Being in Istanbul and setting fire to a home? Check. Fighting in
Rome? Check. To add insult to injury, every truth he used to twist
the story around were choices
we’d
made, either because
of who we were or because of what he’d done, making the lies
all the more infuriating.
And showing once again
that Lucas was a diabolical genius intent on tormenting me …
and humanity. How would I ever measure up to that?
“Well, at least
this means Lucas must have lost track of us after we ran from Hades,”
Owen said.
I nodded. “Yeah,
there’s that. He doesn’t know where we are right now, so
we can get back on track for our plan. So how do we get to Prague?”
Nobody answered me as
they stared at their phone screens. Dorian obviously played a game,
but I hoped the rest searched for solutions.
“I just linked
through to check with the council members,” Tristan said.
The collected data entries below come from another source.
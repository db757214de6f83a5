"""Parquet reader."""

from __future__ import annotations

import datetime as dt

import numpy as np
import pandas as pd
import pyarrow as pa
import pyarrow.parquet as pq
import pytest

from driftloop.config import ReadConfig
from driftloop.errors import InputError
from driftloop.io import FIX_COLUMNS, read_file
from driftloop.io.parquet import read_parquet

NOON = pd.Timestamp("2026-03-01T12:00:00Z")


def write(tmp_path, name, columns):
    path = tmp_path / name
    pq.write_table(pa.table(columns), path)
    return path


def read(path, **config):
    return read_parquet(path, ReadConfig(**config))


def error_of(path, **config) -> InputError:
    with pytest.raises(InputError) as caught:
        read(path, **config)
    return caught.value


def test_typed_columns(tmp_path):
    path = write(tmp_path, "SVP-3.parquet", {
        "time": pa.array([NOON.value // 1000, None], pa.timestamp("us", tz="UTC")),
        "latitude": pa.array([45.5, None]),
        "longitude": pa.array([350.0, 10.0], pa.float32()),
    })
    table = read(path)
    assert list(table.columns) == list(FIX_COLUMNS)
    assert table["drifter_id"].tolist() == ["SVP-3", "SVP-3"]
    assert table["source_row"].tolist() == [1, 2]
    assert table["time"].iloc[0] == NOON
    assert table["time"].iloc[1] is pd.NaT
    assert table["time_assumed_utc"].tolist() == [False, False]
    assert np.isnan(table["lat"].iloc[1])
    assert table["lon"].tolist() == [-10.0, 10.0]  # 0..360 normalised
    assert (table["parse_error"] == "").all()  # nulls are missing, not errors


def test_zone_aware_timestamps_are_converted(tmp_path):
    times = pd.Series(pd.to_datetime(["2026-03-01T12:00:00+02:00"], utc=True)).dt.tz_convert(
        "Etc/GMT-2"  # POSIX sign convention: Etc/GMT-2 is UTC+2
    )
    path = tmp_path / "t.parquet"
    pd.DataFrame({"time": times, "lat": [1.0], "lon": [2.0]}).to_parquet(path)
    table = read(path)
    # RFC 3339 / ISO 8601 offset semantics: 12:00+02:00 is 10:00Z
    assert table["time"].iloc[0] == pd.Timestamp("2026-03-01T10:00Z")
    assert not table["time_assumed_utc"].iloc[0]


def test_naive_timestamps_are_assumed_utc_and_flagged(tmp_path):
    path = write(tmp_path, "t.parquet", {
        "timestamp": pa.array([dt.datetime(2026, 3, 1, 12)], pa.timestamp("ms")),
        "lat": [1.0], "lon": [2.0],
    })
    table = read(path)
    assert table["time"].iloc[0] == NOON
    assert table["time_assumed_utc"].iloc[0]


def test_epoch_seconds_column(tmp_path):
    # POSIX "seconds since the epoch": 20513 days * 86400 s + 12 h is 2026-03-01T12:00Z
    path = write(tmp_path, "t.parquet", {"time": [1772366400, 1772370000, 12],
                                         "lat": [1, 2, 3], "lon": [4, 5, 6]})
    table = read(path)
    assert table["time"].iloc[0] == NOON
    assert table["time"].iloc[1] == pd.Timestamp("2026-03-01T13:00Z")
    assert "epoch seconds out of range 12" in table["parse_error"].iloc[2]
    assert table["raw"].iloc[2] == "time=12, lat=3, lon=6"


def test_string_times_and_numbers(tmp_path):
    path = write(tmp_path, "t.parquet", {
        "id": ["A", "A", "B"],
        "time": ["2026-03-01T12:00:00Z", "2026-03-01 13:00", "xyz"],
        "lat": ["45.5", "abc", "1"],
        "lon": ["1", "2", "NA"],
    })
    table = read(path)
    assert table["time"].iloc[0] == NOON
    assert table["time_assumed_utc"].tolist() == [False, True, False]
    assert table["parse_error"].tolist() == [
        "", "lat: not a number 'abc'", "time: not a time 'xyz'",
    ]
    assert np.isnan(table["lon"].iloc[2])


def test_date_and_time_of_day_columns(tmp_path):
    path = write(tmp_path, "t.parquet", {
        "date": pa.array([dt.date(2026, 3, 1)] * 2, pa.date32()),
        "time": pa.array([dt.time(12, 0), dt.time(12, 30, 15, 500000)], pa.time64("us")),
        "lat": [1.0, 2.0], "lon": [3.0, 4.0],
    })
    table = read(path)
    assert table["time"].tolist() == [NOON, pd.Timestamp("2026-03-01T12:30:15.5Z")]


def test_id_column_and_mapping(tmp_path):
    path = write(tmp_path, "t.parquet", {
        "platform_id": pa.array([4101, 4102], pa.int64()),
        "obs": ["2026-03-01T12:00Z"] * 2,
        "y": [1.0, 2.0], "lon": [3.0, 4.0],
    })
    table = read(path, columns={"time": "obs", "lat": "y"})
    assert table["drifter_id"].tolist() == ["4101", "4102"]
    assert table["lat"].tolist() == [1.0, 2.0]


def test_missing_column(tmp_path):
    path = write(tmp_path, "t.parquet", {"time": [1772366400], "lat": [1.0]})
    text = str(error_of(path))
    assert text.startswith(f"{path}: no longitude column found; the columns are 'time', 'lat'")
    assert "--columns lon=NAME" in text


def test_latitude_95_is_kept_for_qc(tmp_path):
    path = write(tmp_path, "t.parquet", {"time": [1772366400], "lat": [95.0], "lon": [1.0]})
    table = read(path)
    assert table["lat"].tolist() == [95.0]
    assert table["parse_error"].tolist() == [""]


def test_whole_time_column_unparseable_is_refused(tmp_path):
    path = write(tmp_path, "t.parquet", {"time": ["noon", "later"], "lat": [1.0, 2.0],
                                         "lon": [1.0, 2.0]})
    error = error_of(path)
    assert (error.row, error.column) == (1, "time")
    assert "no value in this column is a time" in str(error)
    assert "got 'noon'" in str(error)


def test_wrong_column_type_is_refused(tmp_path):
    path = write(tmp_path, "t.parquet", {"time": [1772366400], "lat": [True], "lon": [1.0]})
    error = error_of(path)
    assert error.column == "lat"
    assert "has type bool; expected numbers" in str(error)


def test_mixed_lon_conventions_refused(tmp_path):
    path = write(tmp_path, "t.parquet", {"time": [1772366400] * 3, "lat": [1.0] * 3,
                                         "lon": [-10.0, 5.0, 200.0]})
    error = error_of(path)
    assert (error.row, error.column) == (3, "lon")


def test_not_a_parquet_file(tmp_path):
    path = tmp_path / "t.parquet"
    path.write_text("time,lat,lon\n2026-03-01T12:00Z,1,2\n")
    assert str(error_of(path)).startswith(f"{path}: not a Parquet file")


def test_truncated_parquet_file(tmp_path):
    good = write(tmp_path, "good.parquet", {"time": [1772366400], "lat": [1.0], "lon": [1.0]})
    data = good.read_bytes()
    path = tmp_path / "cut.parquet"
    path.write_bytes(data[: len(data) // 2] + b"PAR1")
    assert "not a Parquet file" in str(error_of(path))


def test_empty_and_zero_row_files(tmp_path):
    empty = tmp_path / "e.parquet"
    empty.write_bytes(b"")
    assert str(error_of(empty)) == f"{empty}: file is empty"
    schema = pa.schema([("time", pa.int64()), ("lat", pa.float64()), ("lon", pa.float64())])
    none = tmp_path / "n.parquet"
    pq.write_table(schema.empty_table(), none)
    assert str(error_of(none)) == f"{none}: the file has no rows"


def test_accounting_rows_out_equal_records_in(tmp_path):
    n = 1000
    rng = np.random.default_rng(7)
    lat = rng.uniform(-80, 80, n)
    lat[::7] = np.nan
    times = pa.array([None if i % 11 == 0 else 1772366400 + 60 * i for i in range(n)], pa.int64())
    path = write(tmp_path, "t.parquet", {"id": [f"D{i % 4}" for i in range(n)], "time": times,
                                         "lat": lat, "lon": rng.uniform(-170, 170, n)})
    table = read_file(path)
    assert len(table) == n
    assert table["source_row"].tolist() == list(range(1, n + 1))
    assert table["time"].isna().sum() == len(range(0, n, 11))
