import json

import pytest

from driftloop.config import Config, QCConfig, config_from_dict, load_config, provenance
from driftloop.errors import ConfigError


def test_defaults_are_the_documented_thresholds():
    qc = Config().qc
    # Speed thresholds for drogued surface drifters: common practice.
    assert qc.speed_fail_m_s == 3.0
    assert qc.speed_suspect_m_s == 2.0
    assert qc.speed_suspect_m_s < qc.speed_fail_m_s


def test_toml_overrides_one_key_and_keeps_the_rest(tmp_path):
    path = tmp_path / "c.toml"
    path.write_text('[qc]\nspeed_fail_m_s = 2.5\n\n[read]\ncolumns = { id = "buoy" }\n')
    config = load_config(path)
    assert config.qc.speed_fail_m_s == 2.5
    assert config.qc.speed_suspect_m_s == QCConfig().speed_suspect_m_s
    assert config.read.columns == {"id": "buoy"}


def test_integer_accepted_for_float_key(tmp_path):
    path = tmp_path / "c.toml"
    path.write_text("[qc]\nspeed_fail_m_s = 4\n")
    value = load_config(path).qc.speed_fail_m_s
    assert value == 4.0 and isinstance(value, float)


@pytest.mark.parametrize(
    ("text", "expected"),
    [
        ("[qc]\nspeed_fail = 3\n", "unknown key 'qc.speed_fail'"),
        ("[qcc]\nx = 1\n", "unknown section [qcc]"),
        ('[qc]\nspeed_fail_m_s = "fast"\n', "key 'qc.speed_fail_m_s' must be float"),
        ("[qc]\nland_test = 1\n", "key 'qc.land_test' must be bool"),
        ("[qc\n", "not valid TOML"),
    ],
)
def test_bad_config_names_the_key_and_file(tmp_path, text, expected):
    path = tmp_path / "bad.toml"
    path.write_text(text)
    with pytest.raises(ConfigError) as info:
        load_config(path)
    message = str(info.value)
    assert expected in message
    assert str(path) in message
    assert "\n" not in message


def test_missing_config_file_is_a_clear_error(tmp_path):
    with pytest.raises(ConfigError, match="cannot read configuration"):
        load_config(tmp_path / "absent.toml")


def test_replace_type_checks():
    config = Config().replace("qc", gap_h=12)
    assert config.qc.gap_h == 12.0
    with pytest.raises(ConfigError, match="qc.gap_h"):
        Config().replace("qc", gap_h="long")


def test_provenance_is_json_and_holds_every_parameter():
    info = provenance(config_from_dict({"qc": {"gap_h": 8.0}}))
    text = json.dumps(info)
    assert json.loads(text)["parameters"]["qc"]["gap_h"] == 8.0
    assert set(info["parameters"]["qc"]) == set(QCConfig.__dataclass_fields__)
    assert info["software"] == "driftloop" and info["version"]
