def test_unparseable_time_row_is_kept(tmp_path):
    path = write(tmp_path, "t.csv", "time,lat,lon\n"
                                    "2026-03-01T12:00Z,1,2\nxyz,3,4\n2026-03-01T13:00Z,5,6\n")
    table = read(path)
    assert len(table) == 3
    bad = table.iloc[1]
    assert bad["time"] is pd.NaT
    assert bad["parse_error"] == "time: not a time 'xyz'"
    assert bad["raw"] == "xyz,3,4"
    assert bad["source_row"] == 3
    assert bad["lat"] == 3.0  # the other cells are still read


def test_several_cell_errors_are_joined(tmp_path):
    path = write(tmp_path, "t.csv", "time,lat,lon\n2026-03-01T12:00Z,1,2\nxyz,abc,4\n")
    assert read(path)["parse_error"].iloc[1] == "time: not a time 'xyz'; lat: not a number 'abc'"


def test_whole_time_column_unparseable_is_refused(tmp_path):
    path = write(tmp_path, "tr.csv", "time,lat,lon\nxyz,1,2\nabc,3,4\n")
    error = error_of(path)
    assert (error.row, error.column) == (2, "time")
    text = str(error)
    assert text.startswith(f"{path}, row 2, column 'time': no value in this column is a time")
    assert "expected ISO 8601 like 2026-03-01T12:00:00Z or epoch seconds, got 'xyz'" in text


def test_whole_lat_column_unparseable_is_refused(tmp_path):
    path = write(tmp_path, "t.csv", "time,lat,lon\n2026-03-01T12:00Z,north,2\n")
    error = error_of(path)
    assert (error.row, error.column) == (2, "lat")
    assert "no value in this column is a number" in str(error)
    assert "got 'north'" in str(error)


def test_all_missing_time_is_not_refused(tmp_path):
    path = write(tmp_path, "t.csv", "time,lat,lon\n,1,2\nNA,3,4\n")
    table = read(path)
    assert table["time"].isna().all()
    assert (table["parse_error"] == "").all()  # missing, not unparseable: QC flags it 9


def test_latitude_95_is_kept_for_qc(tmp_path):
    path = write(tmp_path, "t.csv", "time,lat,lon\n2026-03-01T12:00Z,95,2\n")
    table = read(path)
    assert table["lat"].tolist() == [95.0]
    assert table["parse_error"].tolist() == [""]


def test_missing_tokens_in_cells(tmp_path):
    path = write(tmp_path, "t.csv", "time,lat,lon\n2026-03-01T12:00Z,NA,\nnull,N/A,-\n")
    table = read(path)
    assert table["lat"].isna().all() and table["lon"].isna().all()
    assert (table["parse_error"] == "").all()


@pytest.mark.parametrize("content", [b"", b"\n\n  \n"])
def test_empty_file(tmp_path, content):
    path = write(tmp_path, "t.csv", content)
    assert str(error_of(path)) == f"{path}: file is empty"


@pytest.mark.parametrize(
    "content",
    [
        bytes(range(256)) * 4,                     # NUL bytes
        b"\x01\x02\x03\x04\x05garbage\x06\x07",    # control bytes, no NUL
        "time,lat,lon\n".encode("utf-16"),         # UTF-16 text
        b"PAR1\x15\x04\x15\x00",                   # a Parquet file given as .csv
    ],
)
def test_binary_junk_is_not_a_text_file(tmp_path, content):
    path = write(tmp_path, "junk.csv", content)
    text = str(error_of(path))
    assert text.startswith(f"{path}: not a text file")


def test_header_only(tmp_path):
    path = write(tmp_path, "t.csv", "time,lat,lon\n\n")
    error = error_of(path)
    assert str(error) == f"{path}, row 1: no data rows after the header"


def test_mixed_lon_conventions_refused(tmp_path):
    path = write(tmp_path, "t.csv", (
        "time,lat,Longitude\n"
        "2026-03-01T12:00Z,1,350\n"
        "2026-03-01T13:00Z,1,355\n"
        "2026-03-01T14:00Z,1,-4\n"
    ))
    error = error_of(path)
    assert (error.row, error.column) == (4, "Longitude")
    text = str(error)
    assert text.startswith(f"{path}, row 4, column 'Longitude': longitudes of drifter 't'")
    assert "-4 here but 350 in row 2" in text


def test_ragged_rows_are_kept(tmp_path):
    path = write(tmp_path, "t.csv", (
        "id,time,lat,lon,note\n"
        "A,2026-03-01T12:00Z,1,2,ok\n"
        "A,2026-03-01T13:00Z,1\n"
        "A,2026-03-01T14:00Z,1,2,x,y\n"
        "A,2026-03-01T15:00Z,1,2,\n"
    ))
    table = read(path)
    assert len(table) == 4
    assert table["parse_error"].tolist() == [
        "", "row has 3 fields, header has 5", "row has 6 fields, header has 5", "",
    ]
    assert table["raw"].iloc[1] == "A,2026-03-01T13:00Z,1"
    assert table["raw"].iloc[2] == "A,2026-03-01T14:00Z,1,2,x,y"
    assert table.loc[1:2, "lat"].isna().all() and table.loc[1:2, "time"].isna().all()
    assert table["source_row"].tolist() == [2, 3, 4, 5]


def test_no_row_matching_the_header_suggests_the_separator(tmp_path):
    path = write(tmp_path, "t.csv", "time,lat,lon\n2026-03-01T12:00Z;1;2\n2026-03-01T13:00Z;1;2\n")
    text = str(error_of(path))
    assert "no data row has the header's 3 fields; the rows have 1 field" in text
    assert "is the separator ',' right?" in text


def test_quoting_rfc4180(tmp_path):
    path = write(tmp_path, "t.csv", (
        'id,time,lat,lon,note\n'
        '"A, the first",2026-03-01T12:00Z,1,2,"said ""hi"""\n'
        '"B","2026-03-01T13:00Z","3","4",""\n'
    ))
    table = read(path)
    # RFC 4180 section 2: quoted fields may hold the separator, "" is one quote
    assert table["drifter_id"].tolist() == ["A, the first", "B"]
    assert table["lat"].tolist() == [1.0, 3.0]


def test_quoted_field_spanning_lines_counts_once(tmp_path):
    path = write(tmp_path, "t.csv", (
        "time,lat,lon,note\n"
        '2026-03-01T12:00Z,1,2,"two\nlines"\n'
        "2026-03-01T13:00Z,abc,2,x\n"
    ))
    table = read(path)
    assert len(table) == 2
    assert table["source_row"].tolist() == [2, 3]
    assert table["raw"].iloc[1] == "2026-03-01T13:00Z,abc,2,x"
“They’d been concerned about our lack of contact and are
glad to know we’re okay. I guess Galina had tried to warn us
about Moscow, and Minh said she’s been dealing with the
necromancy in Shanghai. No word from Chandra, who’d been
visiting our colony in Mumbai, where the tsunami hit.”
Tears pricked at the
back of my eyes as Tristan scrolled down through the highly encrypted
forum—the best way we could keep in touch with my leaders out
in the field without anyone knowing.
“They’re
proceeding as best as they can with keeping Daemoni damage to a
minimum in their regions, but they’re struggling with the
Normans. Every region is reporting outbreaks of war or preparations
for it. Borders are being tightened, and airports, highways, and
pretty much every other source of transportation has been restricted
or closed completely. No fly zones have expanded almost everywhere.”
He paused in his scrolling to read something more closely. “Looks
like some of our people have found the super-sized Normans in their
regions, but nobody knows where their controllers are. They’re
keeping a close eye on the battalions.”